Mettiamo in pausa la generazione delle immagini di persone, presto pubblicheremo una versione migliorata”, ha reso noto Google in queste ore dopo una serie di segnalazioni di utenti negli Stati Uniti. Alla richiesta di creare immagini storiche, di soldati e cavalieri, il modello di intelligenza artificiale ha restuito foto create dall’IA con evidenti errori di etnia, mostrando in particolare una difficoltà con persone dalla pelle bianca.
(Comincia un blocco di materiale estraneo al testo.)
// ChooseBaselineOrderBasis is ChooseBaselineOrderFrom with the basis at hand as
// well: basis, when not nil, is PolyBasis(axis, maxOrder, col) as the caller
// formed it (the same call, so the same matrix), and is not formed again.
func ChooseBaselineOrderBasis(d, dq, basis *mat.Dense, f *Factors, axis, col []float64, k, maxOrder int, alpha float64) (*BaselineChoice, error) {
	return chooseOrder(d, dq, basis, f, axis, col, 0, k, maxOrder, alpha)
}

// chooseOrder runs the order test on d, with partial points of it blind
// in channels measured elsewhere (taken off the residual degrees of
// freedom; see ChooseBaselineOrderObserved).
func chooseOrder(d, dq, basis *mat.Dense, f *Factors, axis, col []float64, partial, k, maxOrder int, alpha float64) (*BaselineChoice, error) {
	n, m := d.Dims()
	if err := checkBaselineTest(n, m, len(axis), col, k, maxOrder, alpha); err != nil {
		return nil, err
	}
	f, err := leadingFactors(d, f, min(k+maxOrder+2+4, n, m))
	if err != nil {
		return nil, err
	}
	fits, err := newBaselineFits(d, dq, basis, f, axis, col, k, maxOrder)
	if err != nil {
		return nil, err
	}
	fits.missing = partial
	fits.noise = fits.residualNoise(d)
	ch := fits.forwardSelect(maxOrder, alpha)
	ch.Noise = fits.noise
	return ch, nil
}

// ChooseBaselineOrderObserved is ChooseBaselineOrderBasis when some points of d
// were not measured (missing[i]: the blind columns of row i, ascending; nil or
// empty: none, and the result is ChooseBaselineOrderBasis's, bit for bit). The
// test is the one on the measured points alone (Draper & Smith 1998, §6: the
// residual sums and their degrees of freedom count observations, and a missing
// one is none):
//
//   - a channel blind in every spectrum says nothing of any baseline: it is left
//     out of the test (its column of d and its row of the polynomial basis, which
//     is orthonormalised again over the channels kept; dq, basis and f are then
//     formed here);
//   - a blind point of a channel measured elsewhere holds the low-rank model's
//     value (ImputeMissing: the rank-k fit to the measured points), which every
//     rank-k fit leaves as it is: it adds nothing to the residual sums and is
//     taken off the residual degrees of freedom (one point each, m/τ'ths of one
//     with noise correlated along the axis).
//
// Counting them as measured made the residual variance too small by the share
// of blind points (19 % of the points in a series clipped at a detector
// ceiling): a slope was found where the data had none (p = 0.0078).
func ChooseBaselineOrderObserved(d, dq, basis *mat.Dense, f *Factors, axis, col []float64, missing [][]int, k, maxOrder int, alpha float64) (*BaselineChoice, error) {
	n, m := d.Dims()
	lit, partial := observedChannels(missing, n, m)
	if lit == nil {
		return ChooseBaselineOrderBasis(d, dq, basis, f, axis, col, k, maxOrder, alpha)
	}
	if len(lit) < m {
		d, axis, col = litColumns(d, axis, col, lit)
		dq, basis, f = nil, nil, nil
	}
	return chooseOrder(d, dq, basis, f, axis, col, partial, k, maxOrder, alpha)
}

// observedChannels returns the channels measured in at least one row, and the
// blind points within them; nil, 0 when no point is blind.
func observedChannels(missing [][]int, n, m int) ([]int, int) {
	count := make([]int, m)
	total := 0
	for i, cols := range missing {
		if i >= n {
			break
		}
		for _, j := range cols {
			if j >= 0 && j < m {
				count[j]++
				total++
			}
		}
	}
	if total == 0 {
		return nil, 0
	}
	lit := make([]int, 0, m)
	partial := 0
	for j, c := range count {
		if c < n {
			lit = append(lit, j)
			partial += c
		}
	}
	return lit, partial
}

// litColumns copies the columns lit of d, the axis and the weights.
func litColumns(d *mat.Dense, axis, col []float64, lit []int) (*mat.Dense, []float64, []float64) {
	n, _ := d.Dims()
	out := mat.NewDense(n, len(lit), nil)
	for i := 0; i < n; i++ {
		src, dst := d.RawRowView(i), out.RawRowView(i)
		for c, j := range lit {
			dst[c] = src[j]
		}
	}
	ax := make([]float64, len(lit))
	var cw []float64
	if col != nil {
		cw = make([]float64, len(lit))
	}
	for c, j := range lit {
		ax[c] = axis[j]
		if cw != nil {
			cw[c] = col[j]
		}
	}
	return out, ax, cw
}

// checkBaselineTest refuses arguments with which the F-test has no meaning: the
// residual degrees of freedom need more points than factors plus baseline terms.
func checkBaselineTest(n, m, axisLen int, col []float64, k, maxOrder int, alpha float64) error {
	if axisLen != m || (col != nil && len(col) != m) {
		return fmt.Errorf("svd: baseline order: axis has %d points, weights %d, data %d", axisLen, len(col), m)
	}
	if k < 0 || maxOrder < 0 || !(alpha > 0 && alpha < 1) {
		return fmt.Errorf("svd: baseline order: k %d, maximum order %d, alpha %v out of range", k, maxOrder, alpha)
	}
	if n < 2 || m <= maxOrder+k+2 {
		return errors.New("svd: baseline order: too few spectra or points for the test")
	}
	return nil
}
L’ingegnere Frank J. Fleming ha raccontato la sua esperienza su X: ha chiesto l’immagine generica di un Papa, Gemini ha prodotto un pontefice nero e una donna asiatica in abiti ecclesiastici.

Errori che confermano come i sistemi di intelligenza artificiale possono avere allucinazioni, ereditare pregiudizi o sovvertimento di stereotitpi, degli esseri umani che li addestrano. Già un anno fa, in occasione di una presentazione pubblica, l’IA di Google fece un errore sul James Webb Space Telescope notato da diversi astronomi e perse in Borsa. Anche ChatGpt, il chatbot sulla bocca di tutti, nelle ultime ore non si è sentito molto bene. Diversi utenti hanno segnalato risposte sensa senso, metà in inglese e metà in spagnolo dando l’impressione che fosse in confusione.
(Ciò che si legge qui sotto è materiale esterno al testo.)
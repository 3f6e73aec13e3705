#pragma once
// Families of periodic orbits of H = ½|P|² + V(Q) (a VibrationalSystem): shooting,
// Newton, continuation in energy, Floquet multipliers, events and the semiclassical
// ladder of one family.
//
// Method.
//  * Shooting with the controlled Runge–Kutta–Fehlberg 7(8) stepper of Boost.Odeint on
//    scaled variables (orbit_integrator.hpp), with the variational equations for the
//    monodromy matrix built from Hessian–vector products.
//  * Unknowns restricted to the subspace F = span(invariant_basis) that contains the
//    whole orbit (for a family with spatio-temporal symmetry Σ = {(h, θ(h))}: the fixed
//    space of K = ker θ). When the family has a symmetry g with q(t + T/r) = D(g) q(t),
//    only 1/r of the period is integrated: the shooting equation is
//        φ_{T/r}(y₀) = D(g) y₀        (y = (q, p), both in F).
//  * Newton–Gauss on the consistent over-determined system {shooting equation, energy
//    equation H(y₀) = E, phase condition ⟨y₀ − y_ref, ẏ_ref⟩ = 0}; the Jacobian of the
//    last accepted point is reused with Broyden updates and refreshed when convergence
//    stalls. Iterations integrate with a tolerance matched to the residual expected
//    (newton_tolerance_max down to integration_tolerance); convergence is declared only on
//    an accurate iteration, which at continuation points integrates the whole period with
//    samples and so is the point's verification pass.
//  * Pseudo-arclength continuation in (y₀, T, E) with a tangent predictor and step-size
//    control by the corrector's effort, the backbone's curvature and the distance of the
//    Floquet multipliers from ±1, so folds in energy are passed and reported; the last
//    point is solved at energy_max exactly with the energy fixed.
//  * At every accepted point: the whole period with samples (closure, energy drift,
//    amplitude, action, symmetry residuals on the trajectory) and the variational
//    equations in the whole space (Floquet multipliers
//    M = D(g)^r (D(g)⁻¹ Φ(T/r))^r).
//  * Semiclassical ladder: levels where J = ∮P·dQ / 2π = (n + ½)ħ, located by Hermite
//    interpolation of E(J) (dE/dJ = ω) and refined by Newton in energy on the family.
#include <Eigen/Dense>
#include <complex>
#include <cstddef>
#include <functional>
#include <limits>
#include <optional>
#include <string>
#include <vector>

#include "families/vibrational_system.hpp"

namespace overtone {

// A spatio-temporal symmetry to verify on the computed trajectory:
// matrix · q(t) = q(t + (numerator/denominator)·T) for all t, and the same for p.
struct TrajectorySymmetry {
  std::string label;       // e.g. the operation's name
  Eigen::MatrixXd matrix;  // n × n orthogonal, acting on the system's coordinates
  int numerator = 0;       // time shift as a fraction of the period, in [0, denominator)
  int denominator = 1;     // ≥ 1
};

// Where a family born at a bifurcation of another starts (branch_switching.hpp).
struct BranchStart {
  Eigen::VectorXd positions;  // Q(0) of the parent's orbit at the bifurcation, full space
  Eigen::VectorXd momenta;    // P(0)
  double period = 0.0;        // the new family's period at birth (twice the parent's after a doubling)
  double energy = 0.0;        // birth energy, system units
  // (δQ, δP), length 2n: the new branch's direction at birth (a kernel vector of the
  // parent's monodromy minus ±1).
  Eigen::VectorXd direction;
  // The first point lies this far along the direction, relative to the orbit's size in
  // the scaled coordinates (positions / amplitude); the corrector keeps that distance
  // along the direction and frees the energy, so it cannot fall back onto the parent.
  double step = 0.05;
};

// What to continue: the linear orbit q(t) = Re(v e^{iωt}) of one family and the
// symmetry its orbits keep.
struct FamilySeed {
  Eigen::VectorXcd linear_mode;    // v, length n, any normalization, nonzero
  double angular_frequency = 0.0;  // ω, radians per time unit, > 0
  // Orthonormal n × m basis of the subspace containing the whole orbit; empty: all of R^n.
  Eigen::MatrixXd invariant_basis;
  // q(t + T/r) = shift_matrix · q(t); empty matrix: no such symmetry (r must be 1).
  Eigen::MatrixXd shift_matrix;
  int shift_denominator = 1;               // r ≥ 1
  std::vector<TrajectorySymmetry> checks;  // verified on the trajectory at every point
  // Dimension of the block of equal harmonic frequencies the family belongs to. For d ≥ 2
  // the partner motions start with multipliers at +1, whose stability at the smallest
  // energies is below numerical resolution (see ContinuationOptions::partner_resolution).
  int block_dimension = 1;
  // Set for a family born at a bifurcation: start there instead of from the linear orbit
  // (linear_mode and angular_frequency then only set the scaling: ω of the new family).
  std::optional<BranchStart> branch;
};

struct ContinuationOptions {
  // Largest energy of the family, system energy units above the minimum. Required (> 0).
  double energy_max = 0.0;
  // First point's energy as a fraction of energy_max; lowered tenfold (up to three
  // times) when Newton fails from the linear orbit there.
  double start_energy_fraction = 1e-3;
  // Relative and absolute local error per step of the integrator on the O(1)-scaled
  // state (positions / amplitude, momenta / (ω·amplitude)).
  double integration_tolerance = 1e-12;
  // The same for integrations with variational equations (Newton Jacobians, Floquet
  // multipliers): errors there slow Newton slightly and move multipliers by about this
  // much, far below stability_tolerance.
  double variational_tolerance = 1e-9;
  // Newton stops when every component of the scaled shooting residual (positions and
  // momenta divided by the amplitude and ω·amplitude) and the energy residual divided by
  // the harmonic energy scale ω²·amplitude² are below this. Dimensionless.
  double closure_tolerance = 1e-9;
  // Newton iterations far from convergence integrate with a looser tolerance: a thousandth
  // of the residual expected at that iteration, between integration_tolerance and this.
  // Convergence is only declared on an integration at integration_tolerance, which at
  // continuation points is also the whole-period verification pass (closure, drift,
  // samples). Equal to integration_tolerance: every iteration at full accuracy.
  double newton_tolerance_max = 1e-8;
  int max_newton_iterations = 10;  // per corrector, counting chord steps
  // Pseudo-arclength step in the scaled unknowns (≈ relative change of the orbit).
  double initial_step = 0.1;
  double min_step = 1e-5;
  double max_step = 0.5;
  // Largest energy increase per step as a fraction of energy_max where the backbone bends
  // or a stability event is near (the resolution of the backbone curve there).
  double max_energy_step_fraction = 0.05;
  // Where the backbone is straight and no event is near, steps may grow up to this
  // fraction of energy_max: the frequency, linearly interpolated between neighbouring
  // points, stays within backbone_tolerance (relative) of the curve through the last
  // three points, and no non-neutral Floquet multiplier is near ±1 or on course to reach
  // it within the step. At most max_energy_step_fraction: fixed steps.
  double straight_energy_step_fraction = 0.25;
  double backbone_tolerance = 1e-4;
  int max_points = 400;  // accepted points per family
  // Samples per period for amplitude, energy drift and trajectory symmetry checks
  // (rounded up to a multiple of every time-shift denominator).
  int samples_per_period = 128;
  bool compute_floquet = true;  // whole-space monodromy at every point
  // At accepted points, integrate the variational equations with the Hessian interpolated
  // (8-point Lagrange) between this many nodes per period taken on the sampled orbit,
  // instead of one Hessian product per integrator stage: ~10× fewer potential
  // evaluations. Falls back to direct integration when a leave-one-out test of the
  // interpolation errs by more than 1e-7 of the Hessian's scale. 0: always direct.
  int variational_nodes_per_period = 64;
  // Also integrate one period with direct whole-space variational equations at the first
  // point and report its time (ContinuationResult::seconds_per_variational_period), the
  // unit of cost of the benchmark.
  bool measure_reference_cost = false;
  // A multiplier with modulus above 1 + stability_tolerance is unstable (dimensionless).
  double stability_tolerance = 1e-6;
  // Families of degenerate blocks: until every non-neutral multiplier is at least this far
  // from +1, the partner motions' multipliers are still emerging from the double
  // multiplier at +1 of the linear limit and their stability is not resolved (round-off
  // splits a double multiplier by ~sqrt(1e-10)); stability changes there are not reported
  // as events (a warning says up to which energy). Dimensionless.
  double partner_resolution = 1e-3;
  // An orbit whose |Q| exceeds this many times the harmonic amplitude at energy_max of
  // the softest coordinate is counted as escaped (dimensionless).
  double escape_radius_factor = 20.0;
  // Orbits whose period exceeds this many harmonic periods count as escaped: the period
  // diverges as the energy approaches a separatrix (dissociation, a barrier).
  double max_period_factor = 20.0;
  std::size_t max_integration_steps = 200000;  // per integration
  // Semiclassical ladder: levels n = 0 … ladder_max_level that the family's action reaches.
  int ladder_max_level = 20;
  // Newton in energy until |J − (n+½)ħ| < ladder_tolerance · ħ (dimensionless); 0 turns
  // refinement off (Hermite interpolation only).
  double ladder_tolerance = 1e-9;
  // Told the energy (system units) of every accepted point, on the thread running the
  // continuation; must not throw. Empty: nobody listens.
  std::function<void(double energy)> on_point;

  // Throws Error naming the field, what it may be and what it was. energy_max has no
  // valid default: it must be set first.
  void validate() const;
};

enum class ContinuationStatus {
  reached_energy_max,  // the last point is at energy_max
  escaped,             // orbits stop closing: dissociation or a barrier (see message)
  step_too_small,      // the corrector failed even at min_step
  point_limit,         // max_points reached before energy_max
  start_failed,        // no periodic orbit found near the linear orbit
  turned_back,         // after a fold the family returned below its first energy
  rejoined_parent,     // a born family returned onto the family it was born of (branch_switching.hpp)
};
const char* to_string(ContinuationStatus status);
A detta di OpenAI, l’azienda che l’ha creato, le anomalie sarebbero state causate da un intervento di “ottimizzazione” della piattaforma. Solo un successivo aggiornamento ha risolto la questione. Anche per questo software non è la prima defaillance. A dicembre scorso gli utenti avevano segnalato una sorta di pigrizia, con il chatbot risultato meno proattivo e propenso a fornire risposte sbagliate. Lo sviluppo di questa tecnologia e le relative regole è tema di dibattito tra politici, esperti e addetti ai lavori. Di recente un gruppo di accademici, tra cui ricercatori dell’Università di Cambridge, ha proposto una soluzione: inserire un pulsante, un ‘kill switch’, all’interno dell’hardware che alimenta l’IA per interrompere eventuali abusi o scenari distopici. Esattamente come accade per fermare il lancio non autorizzato di armi nucleari.

Uno strumento suggestivo che però, come osservano gli stessi ricercatori, potrebbe ritorcersi contro impedendo, se usato male o nelle mani sbagliate, lo sviluppo dell’intelligenza artificiale. Inoltre, il documento presenta un conflitto di interessi: vi hanno contributito alcuni ricercatori di OpenAI, una delle aziende che al momento regola il mercato dell’IA.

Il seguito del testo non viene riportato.